Il existe cependant une énorme différence avec le négatif argentique. Ses valeurs ne sont pas inversées. Le négatif numérique est bien loin de la logique de traitement de l'image argentique. Mais, si ce n'est pas vraiment un négatif en tant que tel. Il n'est pas si simple de l'exploiter. Le révéler va demander de s'appuyer sur les métadonnées enregistrées par l'appareil. Elles renseignent aux programmes la balance de blanc, l'objectif utilisé, la sensibilité iso, l'ouverture, la vitesse. Ces informations auront un impact direct sur l'interprétation des logiciels. Et c'est sur le cumul de toutes ces informations que sera interprété une version d’image couleur de votre capture.

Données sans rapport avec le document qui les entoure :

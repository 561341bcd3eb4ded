package ingest_test

import (
	"context"
	"fmt"
	"math"
	"path/filepath"
	"strconv"
	"sync/atomic"
	"syscall"
	"testing"
	"time"

	"github.com/nats-io/nats-server/v2/server"
	"github.com/nats-io/nats.go"
	"github.com/nats-io/nats.go/jetstream"

	"driftfit/ingest"
	"driftfit/rolling"
	"driftfit/store"
)

// BenchmarkService_Direct measures the per-reading path of a running
// service in direct mode: NATS delivery, decode, validate, hand-off to the
// workers and the windows (1d/1h and 30d/1d) of 10,000 sensors, with
// commits running beside it (fsync off, so the disk does not set the
// pace). One op is one reading; the publisher stays at most 50,000
// messages ahead, so nothing is dropped.
func BenchmarkService_Direct(b *testing.B) {
	for _, per := range []int{1, 100} {
		b.Run("per_msg="+strconv.Itoa(per), func(b *testing.B) {
			dir, ns, nc := benchBus(b)
			pub, err := nats.Connect(ns.ClientURL())
			if err != nil {
				b.Fatal(err)
			}
			defer pub.Close()
			svc := benchService(b, nc, dir, ingest.ModeDirect)
			ctx, cancel := context.WithCancel(context.Background())
			done := make(chan error, 1)
			go func() { done <- svc.Run(ctx) }()
			defer func() {
				cancel()
				if err := <-done; err != nil {
					b.Error(err)
				}
			}()

			const sensors = 10000
			end := time.Now().Add(-time.Minute).Truncate(time.Second)
			subjects := make([]string, sensors)
			payloads := make([][]byte, sensors)
			rs := make([]rolling.Reading, per)
			for i := range sensors {
				subjects[i] = fmt.Sprintf("driftfit.in.bench.s%04d", i)
				for j := range rs {
					rs[j] = rolling.Reading{UnixNano: end.Add(-time.Duration(per-j) * time.Second).UnixNano(), Value: 100 + float64(i%7) + float64(j)*0.01}
				}
				if per == 1 {
					payloads[i] = ingest.AppendReading(nil, ingest.Decoded{Reading: rs[0]})
				} else {
					payloads[i] = ingest.AppendBatch(nil, subjects[i][len("driftfit.in."):], rs)
				}
			}
			// Core NATS keeps nothing for late subscribers: probe until live.
			waitFor(b, "subscription", func() bool {
				_ = pub.Publish(subjects[0], payloads[0])
				_ = pub.Flush()
				return svc.Stats().Applied > 0
			})
			base := svc.Stats()
			msgs := (b.N + per - 1) / per
			b.ReportAllocs()
			b.ResetTimer()
			for k := range msgs {
				// A late probe may count as taken: clamp, do not wrap.
				for stuck := time.Now(); k&255 == 0 && uint64(k)-min(uint64(k), svc.Stats().Messages-base.Messages) > 50000; {
					time.Sleep(50 * time.Microsecond)
					if time.Since(stuck) > 10*time.Second {
						b.Fatalf("after %d messages sent, %+v taken; server slow consumers %d", k, svc.Stats(), ns.NumSlowConsumers())
					}
				}
				if err := pub.Publish(subjects[k%sensors], payloads[k%sensors]); err != nil {
					b.Fatal(err)
				}
			}
			want := base.Applied + uint64(msgs*per)
			waitFor(b, "readings applied", func() bool { return svc.Stats().Applied >= want })
			b.StopTimer()
			b.ReportMetric(float64(msgs*per)/b.Elapsed().Seconds(), "readings/s")
		})
	}
}

// benchBus starts a NATS server with JetStream in a new temporary
// directory and connects to it; both close with the benchmark.
func benchBus(b *testing.B) (dir string, ns *server.Server, nc *nats.Conn) {
	b.Helper()
	dir = b.TempDir()
	ns = natsServer(b, filepath.Join(dir, "nats"), 0)
	b.Cleanup(ns.Shutdown)
	nc, err := nats.Connect(ns.ClientURL())
	if err != nil {
		b.Fatal(err)
	}
	b.Cleanup(nc.Close)
	return dir, ns, nc
}

// benchService makes a service on nc in mode with a state file in dir
// (fsync off, so the disk does not set the pace), for sensors with the
// default windows (1d/1h and 30d/1d). The file closes with the benchmark.
func benchService(b *testing.B, nc *nats.Conn, dir string, mode ingest.Mode) *ingest.Service {
	b.Helper()
	db, err := store.Open(filepath.Join(dir, "state.db"), store.Options{NoSync: true})
	if err != nil {
		b.Fatal(err)
	}
	b.Cleanup(func() { db.Close() })
	svc, err := ingest.New(ingest.Options{
		Conn: nc, DB: db, Mode: mode,
		// The benchmarks send one set of readings over and over.
		AcceptDuplicates: true,
		Sensor: func(string) (ingest.SensorConfig, error) {
			return ingest.SensorConfig{Windows: []rolling.WindowSpec{{Span: 24 * time.Hour, Pane: time.Hour}, {Span: 30 * 24 * time.Hour, Pane: 24 * time.Hour}}}, nil
		},
	})
	if err != nil {
		b.Fatal(err)
	}
	return svc
}

// BenchmarkService_Stream measures draining a JetStream stream that
// already holds the readings, in 100-reading batches for 10,000 sensors,
// values printed in full as a producer prints a float64. ack-only is the
// baseline: a consumer that acknowledges each message and does nothing
// else. service is the consumer's delivery, decode, validate, the windows
// (1d/1h and 30d/1d), commits (fsync off) and acknowledgements. One op is
// one reading; "cores" is the CPU time of the process over the time
// measured.
func BenchmarkService_Stream(b *testing.B) {
	for _, consumer := range []string{"ack-only", "service"} {
		b.Run("consumer="+consumer, func(b *testing.B) { benchStream(b, consumer == "service") })
	}
}

func benchStream(b *testing.B, service bool) {
	const sensors, per = 10000, 100
	dir, _, nc := benchBus(b)
	js, err := jetstream.New(nc, jetstream.WithPublishAsyncMaxPending(4096))
	if err != nil {
		b.Fatal(err)
	}
	ctx := context.Background()
	if _, err := js.CreateStream(ctx, jetstream.StreamConfig{Name: "DRIFTFIT", Subjects: []string{"driftfit.in.>"}, Storage: jetstream.FileStorage}); err != nil {
		b.Fatal(err)
	}
	end := time.Now().Add(-time.Minute).Truncate(time.Second)
	rs := make([]rolling.Reading, per)
	msgs := (b.N + per - 1) / per
	rounds := msgs/sensors + 1
	for k := range msgs {
		i, round := k%sensors, k/sensors
		for j := range rs {
			// Each round of a sensor's batches lies after the last.
			at := end.Add(-time.Duration((rounds-round)*per-j) * time.Second)
			rs[j] = rolling.Reading{UnixNano: at.UnixNano(), Value: 100 + float64(i%7) + float64(j)*0.01*math.Pi}
		}
		id := fmt.Sprintf("bench.s%04d", i)
		if _, err := js.PublishAsync("driftfit.in."+id, ingest.AppendBatch(nil, id, rs)); err != nil {
			b.Fatal(err)
		}
	}
	select {
	case <-js.PublishAsyncComplete():
	case <-time.After(time.Minute):
		b.Fatal("stream fill not acknowledged")
	}
	var ru0, ru1 syscall.Rusage
	measure := func(run func()) {
		b.ReportAllocs()
		_ = syscall.Getrusage(syscall.RUSAGE_SELF, &ru0)
		b.ResetTimer()
		run()
		b.StopTimer()
		_ = syscall.Getrusage(syscall.RUSAGE_SELF, &ru1)
		cpu := time.Duration(ru1.Utime.Nano() + ru1.Stime.Nano() - ru0.Utime.Nano() - ru0.Stime.Nano())
		b.ReportMetric(cpu.Seconds()/b.Elapsed().Seconds(), "cores")
		b.ReportMetric(float64(msgs*per)/b.Elapsed().Seconds(), "readings/s")
	}

	if !service {
		cons, err := js.CreateConsumer(ctx, "DRIFTFIT", jetstream.ConsumerConfig{Durable: "ack", AckPolicy: jetstream.AckExplicitPolicy, MaxAckPending: 1 << 16})
		if err != nil {
			b.Fatal(err)
		}
		var got atomic.Int64
		measure(func() {
			cc, err := cons.Consume(func(m jetstream.Msg) { _ = m.Ack(); got.Add(1) }, jetstream.PullMaxMessages(2048))
			if err != nil {
				b.Fatal(err)
			}
			defer cc.Stop()
			waitFor(b, "messages acknowledged", func() bool { return got.Load() >= int64(msgs) })
		})
		return
	}

	svc := benchService(b, nc, dir, ingest.ModeStream)
	runCtx, cancel := context.WithCancel(ctx)
	done := make(chan error, 1)
	measure(func() {
		go func() { done <- svc.Run(runCtx) }()
		want := uint64(msgs * per)
		waitFor(b, "readings applied", func() bool { return svc.Stats().Applied >= want })
	})
	cancel()
	if err := <-done; err != nil {
		b.Fatal(err)
	}
	if st := svc.Stats(); st.Rejected != 0 {
		b.Fatalf("%d readings rejected", st.Rejected)
	}
}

Les dessous du négatif numérique.

Si je photographie en RAW, mon appareil photo doit traiter le fichier brut pour qu'il soit visualisable sur l'afficheur LCD de l'appareil. Il va créer un fichier RAW non traité. Il aura un rendu peu présentable. Il sera excessivement sombre et terne sans un traitement adapté. Pour me permettre d’en avoir un aperçu. Il sera également un jpg de base résolution pour la lecture directe. Le fichier brut contient des informations de couleur, mais aucune information permettant à l'être humain de les interpréter comme une couleur. Chaque élément photosensible du capteur enregistre l'information de luminance et génère ensuite une charge électrique proportionnelle à la quantité de photon reçue. Seule l’algorithme de mon appareil est donc dans la capacité de me donner une version traitée à l’instant. Le relais est assuré par les logiciels dédiés sur les plate-forme informatiques.

Caractéristiques d'un négatif numérique.

La capture linéaire

Si l'on place une bille dans un sac et qu'ensuite vous en glissez une deuxième, au final le poids du sac ne vous paraît pas deux fois plus lourds. Si l'on double le nombre de photons qui atteignent votre rétine, la scène vous paraîtra plus lumineuse. Car, dans le mécanisme de la vision la scène ne sera pas deux fois plus lumineuse. Nos yeux s'adaptent à l'intensité de lumière. Ils aident le cerveau à modéliser la représentation de l’environnement.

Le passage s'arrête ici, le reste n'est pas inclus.